══ Listed records

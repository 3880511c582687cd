"""Rebuild a JAX function as sympy expressions by interpreting its jaxpr.

This is a reference for checking derivatives, independent of JAX's automatic
differentiation: the jaxpr of ``fun(x, *consts)`` is walked equation by
equation, every floating-point intermediate becomes a sympy expression in the
symbols of ``x`` (the other arguments are substituted as constants), and the
Jacobian is then ``sympy.diff`` of each output with respect to each symbol,
evaluated with mpmath at 50 significant digits.

Each floating-point element is carried as a pair (sympy expression, mpmath
value at the evaluation point).  The value resolves every branch at that
point: ``select_n``, ``max``/``min``, ``abs``, ``sign``, ``clamp``,
comparisons, ``cond`` and ``while`` take the branch that is active there, so
the derivative of the result is the exact derivative of the active branch
(exact away from ties; ties are recorded in ``Interpretation.ties``).  An
element that does not depend on ``x`` is folded to its value (a sympy Float of
~50 digits), which keeps the expressions small; integer and boolean values are
plain numpy arrays.

``custom_jvp`` and ``custom_vjp`` functions are interpreted through their
primal function: the reference is the derivative of what the function
computes, not of the rule it declares.

    interp = interpret(f, x, u, p)          # x symbolic, u and p constant
    J = interp.jacobian()                   # numpy object array of mpmath mpf
    to_float(J)                             # float64 numpy array
"""

from __future__ import annotations

import functools
import math
import time
from collections.abc import Callable, Sequence
from dataclasses import dataclass, field
from typing import Any

import jax
import jax.extend.core as jcore
import mpmath
import numpy as np
import sympy

DPS = 50  # decimal digits of every mpmath value and folded constant
PREC = mpmath.libmp.dps_to_prec(DPS)  # the same in bits


# -- elements ----------------------------------------------------------------
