/// True when the Cholesky factor L of the Jacobi-scaled normal matrix `scaled` (N x N, unit
/// diagonal up to rounding, lower triangle read) proves its smallest eigenvalue far above the
/// singularity test: lambda_min = 1 / lambda_max(A^-1) >= 1 / trace(A^-1) = 1 / ||L^-1||_F^2
/// (Golub and Van Loan, Matrix Computations, 4th ed., 2013, 4.2 and 2.3: trace bounds the
/// largest eigenvalue of a positive definite matrix). False (undecided) when the factor fails
/// or the bound does not clear 1e-12 n, i.e. a factor 100 above the test (lambda_max <= n),
/// far beyond the factor's rounding, n^2 eps of a unit-diagonal matrix (Higham, Accuracy and
/// Stability of Numerical Algorithms, 2002, theorem 10.3). A fixed-size factor and triangular
/// inverse without Eigen's general solve: the same decision with less work.
template <int N>
bool cholesky_clears_singularity(const Eigen::Matrix<double, N, N>& scaled) {
  double factor[N][N];   // L, lower triangle
  double inverse[N][N];  // L^-1, lower triangle
  for (int j = 0; j < N; ++j) {
    for (int i = j; i < N; ++i) {
      double a = scaled(i, j);
      for (int k = 0; k < j; ++k) a -= factor[i][k] * factor[j][k];
      if (i == j) {
        if (!(a > 0.0)) return false;  // not positive definite to working precision (or NaN)
        factor[j][j] = std::sqrt(a);
      } else {
        factor[i][j] = a / factor[j][j];
      }
    }
  }
  double trace = 0.0;  // ||L^-1||_F^2 = trace(A^-1)
  for (int j = 0; j < N; ++j) {
    inverse[j][j] = 1.0 / factor[j][j];
    trace += inverse[j][j] * inverse[j][j];
    for (int i = j + 1; i < N; ++i) {
      double sum = 0.0;
      for (int k = j; k < i; ++k) sum += factor[i][k] * inverse[k][j];
      inverse[i][j] = -sum / factor[i][i];
      trace += inverse[i][j] * inverse[i][j];
    }
  }
  return std::isfinite(trace) && 1.0 / trace > 1e-12 * static_cast<double>(N);
}

/// True when the Jacobi-scaled normal matrix has a reciprocal condition number below 1e-14
/// (or a zero or non-finite diagonal): the parameters are not determined by the points.
/// Fixed-size matrices are handled without heap allocation.
template <class Derived>
bool normal_matrix_is_singular(const Eigen::MatrixBase<Derived>& jtj) {
  using Matrix = typename Derived::PlainObject;
  const Matrix m = jtj;
  if (!m.allFinite() || (m.diagonal().array() <= 0.0).any()) return true;
  // Jacobi scaling makes the test independent of the parameters' units (lengths, angles).
  const auto scale = m.diagonal().cwiseSqrt().cwiseInverse().eval();
  const Matrix scaled = scale.asDiagonal() * m * scale.asDiagonal();
  // The common, well-conditioned case without the eigenvalues (they cost more than the rest of
  // a small fit's iteration): a Cholesky bound on lambda_min that clears the test by a factor
  // 100 means the eigenvalues would clear it too: same decision, found cheaply.
  if constexpr (Matrix::RowsAtCompileTime != Eigen::Dynamic) {
    if (cholesky_clears_singularity<Matrix::RowsAtCompileTime>(scaled)) return false;
  }
  const Eigen::SelfAdjointEigenSolver<Matrix> eigen(scaled, Eigen::EigenvaluesOnly);
  const auto& lambda = eigen.eigenvalues();
  return !(lambda(0) > 1e-14 * lambda(lambda.size() - 1));
}

// ---------------------------------------------------------------- template definitions

template <int P, class State, class Evaluate, class Apply>
GaussNewtonResult<P> gauss_newton(State& state, Evaluate&& evaluate, Apply&& apply,
                                  const Eigen::Matrix<double, P, 1>& step_weights, double scale,
                                  const FitOptions& options, const char* singular_message) {
  using Matrix = Eigen::Matrix<double, P, P>;
  using Vector = Eigen::Matrix<double, P, 1>;
  // A sum of n squares carries a relative rounding error of order n * eps at worst; a predicted
  // reduction below this fraction cannot be confirmed or refuted by re-evaluating the sum.
  constexpr double unresolvable_reduction = 1e-12;
  // A Gauss-Newton direction is a descent direction; if 1/4096 of the step still does not
  // descend, the point is a minimum to working precision.
  constexpr int max_halvings = 12;
  GaussNewtonResult<P> result;
  Matrix jtj;
  Vector jtr;
  double ssr = evaluate(state, jtj, jtr);
  const double tolerance = options.step_tolerance * scale;
  for (int iteration = 0;; ++iteration) {
    if (normal_matrix_is_singular(jtj)) throw FitError(singular_message);
    if (iteration == options.max_iterations) {
      result.status = FitStatus::iteration_limit;
      break;
    }
    const Vector step = jtj.ldlt().solve(-jtr);
    if (!step.allFinite()) throw FitError(singular_message);
    if (step_weights.cwiseProduct(step).norm() <= tolerance) break;
    // Gauss-Newton's predicted reduction of the sum, -2 jtr.step - step' jtj step = step' jtj step.
    const double predicted = step.dot(jtj * step);
    double fraction = 1.0;
    bool accepted = false;
    for (int halving = 0; halving < max_halvings; ++halving, fraction *= 0.5) {
      State trial = apply(state, Vector(fraction * step));
      Matrix trial_jtj;
      Vector trial_jtr;
      const double trial_ssr = evaluate(trial, trial_jtj, trial_jtr);
      if (trial_ssr < ssr || (trial_ssr == ssr && fraction == 1.0)) {
        state = std::move(trial);
        ssr = trial_ssr;
        jtj = trial_jtj;
        jtr = trial_jtr;
        accepted = true;
        break;
      }
      if (fraction * fraction * predicted <= unresolvable_reduction * ssr ||
          fraction * step_weights.cwiseProduct(step).norm() <= tolerance)
        break;
    }
    result.iterations = iteration + 1;
    if (!accepted) break;  // at the rounding floor: the last evaluated state is the solution
  }
  result.ssr = ssr;
  result.normal_matrix = jtj;
  return result;
}

}  // namespace cylzone::detail
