/// Where something was written in the plan, for messages.
struct PlanLocation {
  std::size_t line = 0;
  /// Dotted key path, e.g. "datum.B.size" or "bore[P3].position.tolerance": a bore is named by
  /// its id, or by its 1-based index ("bore[3].id") for errors in the id itself.
  std::string key;
  /// Lines of the keys written inside this table, by their dotted name relative to it (e.g.
  /// "mmb", "size.lower"), so that a rule can name the very line of the value it refuses.
  /// Empty for a plan built in code.
  std::map<std::string, std::size_t, std::less<>> lines;

  /// The location of key `name` inside this table: its own line when recorded, else the
  /// table's; the key path `key.name` (or `name` alone at the top level).
  PlanLocation at(std::string_view name) const;
};

// ---- Raw probe points: probe-tip compensation and outlier stages (docs/plan.md, "[probe]";
// prepare/probe_compensation.hpp, prepare/outlier_rejection.hpp).

/// The plan-wide settings of the raw points, and (resolved) one feature's.
struct ProbeSettings {
  /// Points are stylus-ball centres, compensated by half the tip diameter in the prepare step
  /// (validate_plan requires a tip diameter then).
  bool ball_centres = false;
  double tip_diameter = 0.0;   ///< mm; 0: not given
  bool neighbour_filter = false;    ///< outlier stage 1: remove the stray-point screen's flags
  bool residual_rejection = false;  ///< outlier stage 2: Hampel's identifier after the fit
};

/// A feature's own `probe` table: each value given overrides the plan-wide one.
struct ProbeOverrides {
  std::optional<bool> ball_centres;
  std::optional<double> tip_diameter;  ///< mm
  std::optional<bool> neighbour_filter;
  std::optional<bool> residual_rejection;
  bool any() const noexcept {
    return ball_centres || tip_diameter || neighbour_filter || residual_rejection;
  }
};
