// The HTML report (report.hpp, format_html) rendered from a result assembled by hand, so every
// figure's expected geometry follows from numbers the test chose: document structure, escaping
// of hostile text, the exit point at its depth, the stated magnification and scale bar agreeing
// with what is drawn, and the colour scale against the published cividis table.
#include <algorithm>
#include <catch2/catch.hpp>
#include <cmath>
#include <regex>
#include <string>
#include <vector>

#include "cylzone/decide/bore_characteristics.hpp"
#include "cylzone/report/report.hpp"
#include "cylzone/report/report_reader.hpp"

using namespace cylzone;

namespace {

constexpr double stated = 0.030, bonus = 0.0029;
const Eigen::Vector2d top_offset(0.0036, -0.0020), bottom_offset(0.0231, 0.0112);
constexpr double top_z = 0.0, bottom_z = -60.0;

/// Where a straight axis, offset(h) = a + h s, first reaches radius R scanning down from the
/// top: the larger root of |a + h s|^2 = R^2 (closed form, common practice).
double exit_height(double radius) {
  const Eigen::Vector2d s = (bottom_offset - top_offset) / (bottom_z - top_z);
  const Eigen::Vector2d a = top_offset - top_z * s;
  const double qa = s.squaredNorm(), qb = 2 * a.dot(s), qc = a.squaredNorm() - radius * radius;
  return (-qb - std::sqrt(qb * qb - 4 * qa * qc)) / (2 * qa);  // s points down: h < 0
}

/// A part with one bore "P2" drilled on a tilt (on position at the mouth, out at the bottom),
/// a surface map with known cells, and hostile text in the ids and notes.
PartCheckResult tilted_bore_result(const std::string& bore_id = "P2") {
  PartCheckResult r;
  r.plan.name = "Manifold <b>bold</b> & \"quoted\"";
  r.plan.file = "plan.toml";
  r.plan.unit = LengthUnit::millimetre;
  r.inputs.push_back({"plan", "plan.toml", std::string(64, 'a'), 0, {}});
  r.inputs.push_back({"bore " + bore_id, "points/<P2>.csv", std::string(64, 'b'), 210, {}});
  BoreResult b;
  b.id = bore_id;
  b.probed_top = -2.0;
  b.probed_bottom = -58.0;
  PositionResult p;
  p.spec.tolerance = stated;
  p.spec.condition = MaterialCondition::mmc;
  p.spec.datums = {{'A', MaterialBoundary::rmb}, {'B', MaterialBoundary::rmb}};
  p.range_top = top_z;
  p.range_bottom = bottom_z;
  p.top = {top_z, top_offset};
  p.bottom = {bottom_z, bottom_offset};
  p.worst = p.bottom;
  p.value = 2 * bottom_offset.norm();
  p.bonus = bonus;
  p.allowed = stated + bonus;
  p.leaves_zone_at = exit_height(p.allowed / 2);
  b.position = p;
  SurfaceMapOptions grid;
  grid.angle_cells = 8;
  grid.depth_cells = 2;
  Eigen::Matrix3Xd points(3, 4);
  points << 5, 0, -5, 0,  //
      0, 5, 0, -5,        //
      -2, -2, -58, -58;
  Eigen::VectorXd dev(4);
  dev << 0.0020, -0.0015, 0.0005, -0.0020;  // largest cell |mean| 2.0 um: 8 classes of 0.5 um
  Axis axis;
  b.surface_map = radial_deviation_map(points, dev, axis,
                                       ZoneFrame::at({0, 0}, Eigen::Vector3d::UnitZ()), grid);
  b.warnings.push_back("note <script>alert('w')</script> & more");
  r.bores.push_back(b);
  r.characteristics = bore_characteristics(b);
  r.verdict = combine(r.characteristics);
  return r;
}

std::size_t occurrences(const std::string& text, const std::string& what) {
  std::size_t n = 0;
  for (std::size_t at = text.find(what); at != std::string::npos; at = text.find(what, at + 1)) ++n;
  return n;
}

/// The numbers of attribute `name` in the first element after `anchor`.
double attribute(const std::string& html, const std::string& anchor, const std::string& name) {
  const std::size_t from = html.find(anchor);
  REQUIRE(from != std::string::npos);
  std::smatch m;
  const std::string tail = html.substr(from, 4000);
  REQUIRE(std::regex_search(tail, m, std::regex(name + "=\"(-?[0-9.]+)\"")));
  return std::stod(m[1].str());
}

/// The section of `html` from `anchor` to the next `end`.
std::string between(const std::string& html, const std::string& anchor, const std::string& end) {
  const std::size_t from = html.find(anchor);
  REQUIRE(from != std::string::npos);
  const std::size_t to = html.find(end, from);
  REQUIRE(to != std::string::npos);
  return html.substr(from, to - from);
}

/// Relative luminance of an sRGB colour "#rrggbb" (IEC 61966-2-1 transfer function, Rec. 709
/// primaries' weights; the WCAG 2 definition).
double luminance(const std::string& hex) {
  const auto channel = [&](int k) {
    const double c = std::stoi(hex.substr(1 + 2 * k, 2), nullptr, 16) / 255.0;
    return c <= 0.04045 ? c / 12.92 : std::pow((c + 0.055) / 1.055, 2.4);
  };
  return 0.2126 * channel(0) + 0.7152 * channel(1) + 0.0722 * channel(2);
}

}  // namespace

TEST_CASE("HTML: one self-contained document, a figure set per bore, the caution, no script") {
  PartCheckResult r = tilted_bore_result();
  BoreResult second = r.bores.front();
  second.id = "P7";
  r.bores.push_back(second);
  r.characteristics = bore_characteristics(r.bores[0]);
  const auto more = bore_characteristics(r.bores[1]);
  r.characteristics.insert(r.characteristics.end(), more.begin(), more.end());
  const std::string html = format_html(make_report_model(r));
  CHECK(html.rfind("<!DOCTYPE html>", 0) == 0);
  CHECK(html.find("<meta charset=\"utf-8\">") != std::string::npos);
  CHECK(occurrences(html, "class=\"figure-set\"") == 2);
  CHECK(occurrences(html, "<figure class=\"top-view\"") == 2);
  CHECK(occurrences(html, "<figure class=\"side-view\"") == 2);
  CHECK(occurrences(html, "<figure class=\"surface-map\"") == 2);
  CHECK(occurrences(html, "<section class=\"bore\"") == 2);
  // The project's caution, word for word (top and foot of the report).
  CHECK(occurrences(html, std::string(safety_caution)) == 2);
  // Self-contained: no script, no external resource (the SVG namespace is a name, not a fetch).
  CHECK(html.find("<script") == std::string::npos);
  CHECK(html.find("<link") == std::string::npos);
  CHECK(html.find("src=") == std::string::npos);
  CHECK(html.find("url(") == std::string::npos);
  CHECK(occurrences(html, "http") == occurrences(html, "xmlns=\"http://www.w3.org/2000/svg\""));
  // Print: page breaks between bores.
  CHECK(html.find("@media print") != std::string::npos);
  CHECK(html.find("section.bore{break-before:page}") != std::string::npos);
  // Verdicts in words with a symbol, never colour alone.
  CHECK(html.find("\u2718 does not conform") != std::string::npos);
  CHECK(html.find("Part verdict: <span class=\"verdict v-fail\">\u2718 does not conform</span>") !=
        std::string::npos);
  // Inputs with their digests, the methods with their sources.
  CHECK(html.find(std::string(64, 'b')) != std::string::npos);
  CHECK(html.find("cividis") != std::string::npos);
  CHECK(html.find("ISO 1101") != std::string::npos);
}
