std::optional<ZoneShareFinding> zone_share_finding(const std::string& name, double tolerance,
                                                  double size, const std::string& size_what,
                                                  LengthUnit unit) {
  if (!(size > 0.0)) return std::nullopt;
  const double share = tolerance / size;
  if (!(share > plan_tolerance_share_warning)) return std::nullopt;
  const double per_unit = millimetres_per(unit);
  const std::string u(unit_name(unit));
  ZoneShareFinding finding;
  finding.error = share > 1.0;
  finding.message = "the " + name + " tolerance " + plan_number_text(tolerance / per_unit) + " " +
                    u + " is " + plan_number_text(100.0 * share, 3) + " % of " + size_what + " " +
                    plan_number_text(size / per_unit) + " " + u +
                    (finding.error ? ", wider than the bore itself"
                                   : ", more than " +
                                         plan_number_text(100.0 * plan_tolerance_share_warning) +
                                         " %") +
                    ": was " + plan_number_text(tolerance / per_unit / 1000.0, 6) +
                    " meant? (wide_zone_intended = true if the zone is intended)";
  return finding;
}

MaterialBoundary referenced_boundary(const PartPlan& plan, char label) noexcept {
  MaterialBoundary used = MaterialBoundary::rmb;
  for (const PlanBore& bore : plan.bores)
    for (const auto* tolerance : {&bore.position, &bore.perpendicularity})
      if (*tolerance)
        for (const DatumReference& ref : (*tolerance)->datums)
          if (ref.label == label && ref.boundary != MaterialBoundary::rmb &&
              used != MaterialBoundary::mmb)
            used = ref.boundary;
  return used;
}

void validate_plan(PartPlan& plan) {
  plan.warnings = PlanRules(plan).check();
  for (PlanDatum& datum : plan.datums) datum.boundary = referenced_boundary(plan, datum.label);
}

}  // namespace cylzone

════

__Exercise__: Please report how many lines in the records contain the string "between", and write nothing besides that number.

__Solution to this task__: 2